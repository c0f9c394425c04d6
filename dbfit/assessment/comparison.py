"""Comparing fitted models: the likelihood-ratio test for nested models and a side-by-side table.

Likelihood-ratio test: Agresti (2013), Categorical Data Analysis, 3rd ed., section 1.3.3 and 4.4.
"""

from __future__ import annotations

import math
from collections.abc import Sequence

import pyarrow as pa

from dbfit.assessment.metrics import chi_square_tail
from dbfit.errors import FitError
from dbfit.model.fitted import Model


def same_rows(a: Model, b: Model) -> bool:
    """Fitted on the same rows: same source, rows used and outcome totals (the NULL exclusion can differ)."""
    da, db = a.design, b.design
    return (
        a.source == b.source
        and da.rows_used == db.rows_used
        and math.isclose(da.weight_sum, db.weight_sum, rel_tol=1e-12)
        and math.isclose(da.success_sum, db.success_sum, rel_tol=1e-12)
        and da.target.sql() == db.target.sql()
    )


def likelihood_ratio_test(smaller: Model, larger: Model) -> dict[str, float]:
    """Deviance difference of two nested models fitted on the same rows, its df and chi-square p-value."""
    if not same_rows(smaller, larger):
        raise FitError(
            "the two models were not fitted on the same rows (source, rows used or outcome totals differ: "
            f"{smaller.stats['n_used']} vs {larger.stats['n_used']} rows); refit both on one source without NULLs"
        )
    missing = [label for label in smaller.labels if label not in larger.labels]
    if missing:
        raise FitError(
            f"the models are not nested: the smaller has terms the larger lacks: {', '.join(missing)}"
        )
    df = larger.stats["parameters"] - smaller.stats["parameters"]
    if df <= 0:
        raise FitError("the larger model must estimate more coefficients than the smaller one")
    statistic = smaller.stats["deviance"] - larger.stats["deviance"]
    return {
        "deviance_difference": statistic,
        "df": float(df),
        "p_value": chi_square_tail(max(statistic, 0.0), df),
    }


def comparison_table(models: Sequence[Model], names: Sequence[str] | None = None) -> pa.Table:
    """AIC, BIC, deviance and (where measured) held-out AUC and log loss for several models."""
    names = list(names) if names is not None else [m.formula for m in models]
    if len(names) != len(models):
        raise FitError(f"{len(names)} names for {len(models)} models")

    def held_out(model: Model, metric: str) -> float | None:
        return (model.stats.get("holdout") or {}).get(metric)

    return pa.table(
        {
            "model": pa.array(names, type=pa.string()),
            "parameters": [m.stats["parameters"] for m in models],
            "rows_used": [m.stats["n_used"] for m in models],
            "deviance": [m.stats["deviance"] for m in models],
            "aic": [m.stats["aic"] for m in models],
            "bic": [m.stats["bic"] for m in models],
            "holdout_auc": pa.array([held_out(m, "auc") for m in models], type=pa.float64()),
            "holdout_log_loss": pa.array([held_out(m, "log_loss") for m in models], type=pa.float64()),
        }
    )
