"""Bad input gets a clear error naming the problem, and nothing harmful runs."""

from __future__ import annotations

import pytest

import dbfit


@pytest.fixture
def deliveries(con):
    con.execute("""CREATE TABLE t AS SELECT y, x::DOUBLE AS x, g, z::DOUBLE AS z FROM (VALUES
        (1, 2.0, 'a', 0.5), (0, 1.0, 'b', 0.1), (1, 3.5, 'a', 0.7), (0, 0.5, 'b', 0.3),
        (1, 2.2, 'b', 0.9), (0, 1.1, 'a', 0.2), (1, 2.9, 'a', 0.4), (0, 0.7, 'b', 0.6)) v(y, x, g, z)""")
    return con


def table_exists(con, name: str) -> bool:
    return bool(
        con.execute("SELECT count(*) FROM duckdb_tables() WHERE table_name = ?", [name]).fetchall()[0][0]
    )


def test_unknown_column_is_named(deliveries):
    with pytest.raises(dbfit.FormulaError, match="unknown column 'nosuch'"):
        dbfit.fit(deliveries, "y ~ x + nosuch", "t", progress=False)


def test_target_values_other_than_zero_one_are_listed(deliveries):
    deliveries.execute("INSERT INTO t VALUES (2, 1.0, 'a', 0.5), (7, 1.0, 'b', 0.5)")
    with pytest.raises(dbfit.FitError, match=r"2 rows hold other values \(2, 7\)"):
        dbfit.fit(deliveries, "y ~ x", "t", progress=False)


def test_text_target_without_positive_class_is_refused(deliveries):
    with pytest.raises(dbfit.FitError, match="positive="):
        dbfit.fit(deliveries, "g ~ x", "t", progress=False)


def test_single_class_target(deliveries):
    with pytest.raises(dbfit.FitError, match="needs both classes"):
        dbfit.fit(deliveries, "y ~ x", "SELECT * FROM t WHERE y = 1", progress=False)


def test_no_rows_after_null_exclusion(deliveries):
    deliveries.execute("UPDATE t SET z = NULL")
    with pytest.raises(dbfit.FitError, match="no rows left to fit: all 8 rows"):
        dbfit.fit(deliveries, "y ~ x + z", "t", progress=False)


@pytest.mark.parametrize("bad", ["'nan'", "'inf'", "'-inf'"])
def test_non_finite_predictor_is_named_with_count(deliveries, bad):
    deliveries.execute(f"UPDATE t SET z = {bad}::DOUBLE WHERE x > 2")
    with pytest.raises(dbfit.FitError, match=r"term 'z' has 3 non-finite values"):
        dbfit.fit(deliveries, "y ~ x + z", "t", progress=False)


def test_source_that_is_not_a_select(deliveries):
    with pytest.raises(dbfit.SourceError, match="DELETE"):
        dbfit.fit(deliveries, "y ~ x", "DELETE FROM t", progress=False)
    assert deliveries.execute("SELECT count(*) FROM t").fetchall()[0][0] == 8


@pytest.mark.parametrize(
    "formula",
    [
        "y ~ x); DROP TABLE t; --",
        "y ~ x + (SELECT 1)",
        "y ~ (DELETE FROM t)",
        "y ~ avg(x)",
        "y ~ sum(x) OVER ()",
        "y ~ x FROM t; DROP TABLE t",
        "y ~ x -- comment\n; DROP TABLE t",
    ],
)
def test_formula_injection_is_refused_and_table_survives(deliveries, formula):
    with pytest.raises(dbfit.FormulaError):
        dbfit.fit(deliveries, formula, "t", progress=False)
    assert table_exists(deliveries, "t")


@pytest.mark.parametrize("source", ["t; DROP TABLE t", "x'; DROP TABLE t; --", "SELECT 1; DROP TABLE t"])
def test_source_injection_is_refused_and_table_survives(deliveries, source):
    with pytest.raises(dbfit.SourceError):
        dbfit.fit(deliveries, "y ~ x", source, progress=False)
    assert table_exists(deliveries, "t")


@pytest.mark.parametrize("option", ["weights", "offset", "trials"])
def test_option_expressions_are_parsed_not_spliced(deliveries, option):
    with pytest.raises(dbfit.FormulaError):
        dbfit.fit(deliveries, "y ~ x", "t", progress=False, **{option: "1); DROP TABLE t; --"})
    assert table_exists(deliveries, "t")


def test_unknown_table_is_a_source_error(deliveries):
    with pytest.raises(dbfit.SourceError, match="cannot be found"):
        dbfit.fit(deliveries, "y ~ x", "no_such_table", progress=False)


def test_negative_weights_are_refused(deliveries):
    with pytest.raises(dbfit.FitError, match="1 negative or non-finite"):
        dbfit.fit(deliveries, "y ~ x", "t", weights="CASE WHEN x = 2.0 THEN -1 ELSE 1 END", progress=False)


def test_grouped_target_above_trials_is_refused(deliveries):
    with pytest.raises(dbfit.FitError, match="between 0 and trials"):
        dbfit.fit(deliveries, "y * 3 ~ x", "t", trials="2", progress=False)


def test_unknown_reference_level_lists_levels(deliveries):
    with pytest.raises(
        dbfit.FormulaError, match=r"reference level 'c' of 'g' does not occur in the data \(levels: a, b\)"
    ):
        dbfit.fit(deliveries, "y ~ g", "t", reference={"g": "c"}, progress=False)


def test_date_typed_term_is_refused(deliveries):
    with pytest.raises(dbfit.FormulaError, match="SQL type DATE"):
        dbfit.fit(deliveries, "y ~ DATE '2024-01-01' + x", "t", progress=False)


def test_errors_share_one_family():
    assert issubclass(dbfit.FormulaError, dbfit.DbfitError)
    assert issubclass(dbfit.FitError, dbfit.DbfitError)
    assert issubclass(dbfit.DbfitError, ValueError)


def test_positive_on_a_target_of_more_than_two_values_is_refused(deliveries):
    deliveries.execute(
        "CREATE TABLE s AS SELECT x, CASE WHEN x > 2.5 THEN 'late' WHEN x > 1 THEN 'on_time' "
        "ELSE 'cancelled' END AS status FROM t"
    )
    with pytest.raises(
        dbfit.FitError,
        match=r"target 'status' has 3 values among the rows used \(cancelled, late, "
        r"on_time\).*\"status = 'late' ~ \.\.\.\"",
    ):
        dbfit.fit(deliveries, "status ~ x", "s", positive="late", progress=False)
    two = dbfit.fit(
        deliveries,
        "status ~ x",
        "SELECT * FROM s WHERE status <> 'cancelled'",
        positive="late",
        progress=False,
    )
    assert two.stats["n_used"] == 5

Try it
Beginning with the first line of the listing above, please write out every line exactly until you reach the line that contains "and da.rows_used == db.rows_used", and include that one too.

Your solution
repository c0f9c394425c04d6
filename dbfit/assessment/comparison.py
"""Comparing fitted models: the likelihood-ratio test for nested models and a side-by-side table.

Likelihood-ratio test: Agresti (2013), Categorical Data Analysis, 3rd ed., section 1.3.3 and 4.4.
"""

from __future__ import annotations

import math
from collections.abc import Sequence

import pyarrow as pa

from dbfit.assessment.metrics import chi_square_tail
from dbfit.errors import FitError
from dbfit.model.fitted import Model


def same_rows(a: Model, b: Model) -> bool:
    """Fitted on the same rows: same source, rows used and outcome totals (the NULL exclusion can differ)."""
    da, db = a.design, b.design
    return (
        a.source == b.source
        and da.rows_used == db.rows_used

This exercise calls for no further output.